Les indigènes accueillirent la nouvelle de la révolution
avec une surprise mêlée d'inquiétude. Surtout la nouvelle
de la captivité de l'Empereur émut vivement les grands
chefs; les musulmans incarnent un peuple dans le sultan que
Dieu a mis à sa tête; l'Empereur vaincu et prisonnier,
c'était pour eux l'anéantissement de la France.

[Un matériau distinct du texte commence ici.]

def analyse_case(veh: Vehicle, failed=(), thrust_ratio=None, hint=None,
                 simulate: bool = False,
                 time_limit_s: float = CASE_TIME_LIMIT_S,
                 sim_time_limit_s: float = SIM_TIME_LIMIT_S) -> CaseResult:
    """Equilibrium, linear control, saturation risk, gains and checks for one failure case.

    A case whose solve fails numerically or runs past ``time_limit_s`` (s) is a result without
    an equilibrium whose reason says so; it fails the check "equilibrium within thrust limits".

    Parameters
    ----------
    veh : Vehicle
        The vehicle.
    failed : sequence of str
        Failed rotors.
    thrust_ratio : dict or None
        Fixed thrust ratios of the working rotors.
    hint : tuple or None
        Accepted for compatibility; the operating point depends on the design alone.
    simulate : bool
        For a failure case, simulate the recovery from hover
        (:func:`kit.analysis.simulate.simulate_failure`) and add its checks.
    time_limit_s : float
        Time box of the equilibrium, control and risk of this case, in s.
    sim_time_limit_s : float
        Time box of the flown recovery, in s; 0 or less: not simulated (time budget spent).
    """
    c = veh.design.control
    fmin = [r.min_thrust_n for r in veh.design.rotors]
    try:
        with time_box(time_limit_s, "equilibrium and control of this case"):
            eq = solve(veh, failed, thrust_ratio, hint=hint)
            ctl = design_control(veh, eq)
            risk = saturation_risk(eq, ctl, c.disturbance_torque_psd_n2_m2_s,
                                   c.disturbance_time_constant_s, min_thrust_n=fmin)
            if risk is not None and not math.isfinite(risk.crossing_rate_per_s):
                raise AnalysisError("thrust-saturation rate is not a finite number (from "
                                    "control.disturbance_torque_psd_n2_m2_s and the LQR weights)")
    except NUMERICAL_ERRORS as exc:
        eq = unsolved(veh, failed, thrust_ratio, _reason(exc))
        ctl = design_control(veh, eq)
        risk = None
    checks = checks_mod.case_checks(eq, ctl, risk, veh.design.review, min_thrust_n=fmin)
    sim, note = None, ""
    if simulate and failed:
        try:
            if sim_time_limit_s <= 0:
                raise AnalysisError("the analysis's time budget for flown recoveries "
                                    f"({SIM_BUDGET_S:g} s) was spent on earlier cases")
            with time_box(sim_time_limit_s, "flown recovery"):
                sim = simulate_failure(veh, failed, thrust_ratio=thrust_ratio)
        except (EquilibriumNotFound, *NUMERICAL_ERRORS) as exc:
            sim = None
            why = exc if isinstance(exc, EquilibriumNotFound) else _reason(exc)
            note = f"not simulated: {why}"
            checks.append(checks_mod.is_true("recovery simulated", False, eq.label))
        if sim is not None:
            checks += checks_mod.transient_checks(sim, veh.design.review, eq.label)
    return CaseResult(eq, ctl, risk, tuple(checks), sim,
                      gains(veh, eq, ctl) if eq.found else None, note)


def transients_html(cases) -> str:
    """Transient summary of the simulated failure cases, worst first (an HTML table).

    Parameters
    ----------
    cases : sequence of CaseResult
        Analysed cases (those without a failure are left out).
    """
    head = ["case", "converged", "checks failed", "peak tilt (deg)", "least n_z",
            "height lost (m)", "largest horizontal excursion (m)", "time to settle (s)",
            "time saturated (s)", "peak p, q, r (rad/s)"]
    rows = []
    for c in worst_first(cases):
        if c.transient is None:
            rows.append((c.eq.label, "not simulated", c.failed_checks, *[None] * 7))
            continue
        tr = c.transient.transient
        rows.append((c.eq.label, c.transient.converged if not c.transient.crashed
                     else f"no: {c.transient.message}", c.failed_checks,
                     tr["peak_tilt_deg"],
                     f"{tr['least_n_z']:.3g}" + (" (inverted)" if tr["inverted"] else ""),
                     tr["height_lost_m"], tr["largest_horizontal_excursion_m"],
                     tr["time_to_settle_s"] if math.isfinite(tr["time_to_settle_s"])
                     else "not settled", tr["time_saturated_s"],
                     rates_text(tr["peak_body_rate_rad_s"])))
    return table(head, rows, "Recovery from each failure, worst first (nonlinear, flown)")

Le général Durrieu, gouverneur général par intérim,
écrivait au ministre de la Guerre : " Les derniers
revers de l'armée réclament le maintien de l'ordre en
Algérie; le spectacle du désordre ébranlerait fortement les
indigènes en leur enlevant la confiance dans notre
gouvernement. " Le docteur Warnier, nommé préfet
d'Alger en remplacement de M. Le Myre de Villers, était
estimé de tous et connaissait de longue date les questions
algériennes : " Aucune agitation, même innocente,
disait-il dans sa proclamation, ne peut se produire parmi nous
sans avoir son contre-coup dans l'intérieur. " A Oran,
M. Brosselard fut remplacé par M. du Bouzet, rédacteur du
Temps, ancien professeur de philosophie au lycée d'Alger,
publiciste distingué et homme des plus honorables. A
Constantine, M. Toustain du Manoir fit place à M. Lucet,
ferme et conciliant, qui habitait le pays depuis longtemps et
y jouissait d'une certaine popularité. Mais bientôt le
gouverneur général et les préfets rencontrèrent des
difficultés sérieuses, provenant des excitations de la
presse, de l'effervescence d'une partie de la population et
surtout de l'ingérence des conseils municipaux et des
Comités de défense dans leurs attributions administratives.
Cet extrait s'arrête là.